Consider a dataset of 81 observations with 4 measured independent variables and one dependent variable. In this dataset, some of of the observations are missing values for some of the independent variables. There's no pattern to the missing values, but I'm left with only 50 rows of complete data.
In R it can be generated thusly:
set.seed(1001)
X1 = c(-1,0,1)
df = expand.grid(X1=X1,X2=X1,X3=X1,X4=X1)
df$Y = df$X1+3*df$X2-0.5*df$X3+rnorm(81,0,1)
df$X1[sample(1:81,10,replace = FALSE)] = NA
df$X2[sample(1:81,10,replace = FALSE)] = NA
df$X3[sample(1:81,10,replace = FALSE)] = NA
df$X4[sample(1:81,10,replace = FALSE)] = NA
any(apply(is.na(df[,1:4]),1,all))
> FALSE
sum(apply(!is.na(df[,1:4]),1,all))
> 50
If I were to fit a regression model to this data I would use only the 50 complete data points. However, I wish to identify the 'best' model and so I plan to use all subsets regression. That is, I will take each variable and regress it against the response, keeping the best. Then I will take sets of two variables and perform multiple regression, keeping the best, etc...
When I am calculating each of the regression equations, should I:
- Use only the 50 complete data points?
- Use the set of complete observations as determined by my current subset?

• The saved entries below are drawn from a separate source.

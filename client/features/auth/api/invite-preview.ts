import { queryOptions, useQuery } from '@tanstack/react-query';
import type { Role } from '@shared/constants/roles';
import { api } from '@client/lib/api-client';

export interface InvitePreview {
  clubName: string;
  email: string;
  role: Role;
  accountExists: boolean;
  expiresAt: string;
}

export const invitePreviewQuery = (token: string) =>
  queryOptions({
    queryKey: ['auth', 'invite', token] as const,
    queryFn: ({ signal }) => api.get<InvitePreview>(`/invites/${encodeURIComponent(token)}`, signal),
    retry: false,
    staleTime: Infinity,
  });

export const useInvitePreview = (token: string) =>
  useQuery({ ...invitePreviewQuery(token), enabled: token.length > 0 });
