import {
  Column,
  CreateDateColumn,
  Entity,
  Index,
  JoinColumn,
  ManyToOne,
  PrimaryGeneratedColumn,
} from 'typeorm';
import type { QuestionSnapshot } from '@shared/schemas/question-views';
import type { QuestionStatus } from '@shared/schemas/question.schema';
import { Club } from '../clubs';
import { TankEvent, Tank, WaterTest } from '../tanks';
import { User } from '../users';

/** A keeper's question about one water test or observation; `askerId` is always the tank's owner. */
@Entity({ name: 'question' })
@Index('idx_question_club_tank_open', ['clubId', 'tankId'], { where: "status = 'open'" })
@Index('idx_question_club_created', ['clubId', 'createdAt', 'id'])
@Index('idx_question_asker', ['askerId'])
@Index('idx_question_tank', ['tankId'])
export class Question {
  @PrimaryGeneratedColumn('uuid') id!: string;
  @Column({ type: 'uuid' }) clubId!: string;
  @ManyToOne(() => Club, { onDelete: 'CASCADE' })
  @JoinColumn({ name: 'club_id' })
  club?: Club;
  @Column({ type: 'uuid' }) tankId!: string;
  @ManyToOne(() => Tank, { onDelete: 'CASCADE' })
  @JoinColumn({ name: 'tank_id' })
  tank?: Tank;
  @Column({ type: 'uuid' }) askerId!: string;
  @ManyToOne(() => User, { onDelete: 'CASCADE' })
  @JoinColumn({ name: 'asker_id' })
  asker?: User;
  @Column({ type: 'uuid', nullable: true }) waterTestId!: string | null;
  @ManyToOne(() => WaterTest, { onDelete: 'CASCADE' })
  @JoinColumn({ name: 'water_test_id' })
  waterTest?: WaterTest;
  @Column({ type: 'uuid', nullable: true }) eventId!: string | null;
  @ManyToOne(() => TankEvent, { onDelete: 'CASCADE' })
  @JoinColumn({ name: 'event_id' })
  event?: TankEvent;
  @Column({ type: 'text' }) title!: string;
  @Column({ type: 'text' }) body!: string;
  @Column({ type: 'text', default: 'open' }) status!: QuestionStatus;
  @Column({ type: 'jsonb' }) snapshot!: QuestionSnapshot;
  @CreateDateColumn({ type: 'timestamptz' }) createdAt!: Date;
  @Column({ type: 'timestamptz', nullable: true }) answeredAt!: Date | null;
}

@Entity({ name: 'question_reply' })
@Index('idx_question_reply_question_created', ['questionId', 'createdAt', 'id'])
@Index('idx_question_reply_author', ['authorId'])
export class QuestionReply {
  @PrimaryGeneratedColumn('uuid') id!: string;
  @Column({ type: 'uuid' }) questionId!: string;
  @ManyToOne(() => Question, { onDelete: 'CASCADE' })
  @JoinColumn({ name: 'question_id' })
  question?: Question;
  @Column({ type: 'uuid' }) authorId!: string;
  @ManyToOne(() => User, { onDelete: 'CASCADE' })
  @JoinColumn({ name: 'author_id' })
  author?: User;
  @Column({ type: 'text' }) body!: string;
  @CreateDateColumn({ type: 'timestamptz' }) createdAt!: Date;
}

It seems to me that if I'm going fishing I may as well use as many observations as are available to me - after all, if only X1 and X2 are meaningfully correlated with the response then I don't care (anymore) about X3 or X4. However, most software implementations opt for (1) but I don't know if this is because it is computationally easier to extract the subset of observations which are complete and then iterate of the columns or if it is statistically more appropriate to use the same set of observations for each comparison.
EDIT
Additional information. Please assume that if required, any of the variables could be consistently and reliably generated. It's just that up to this point, they've been inconsistently recorded. I could, if desired, design and execute an experiment on all four variables, I would just rather not go through that hassle.
This brings up another point - I really don't care about prediction, I care about explanation. My 'best' model may be the one which minimizes VIFs.
I understand that this approach may not result in me selecting the true 'best' model - I really am only interested in the question I posed, namely, when I am taking this approach, should I use only the complete cases for the whole dataset or should I use the complete cases for the subset being fit.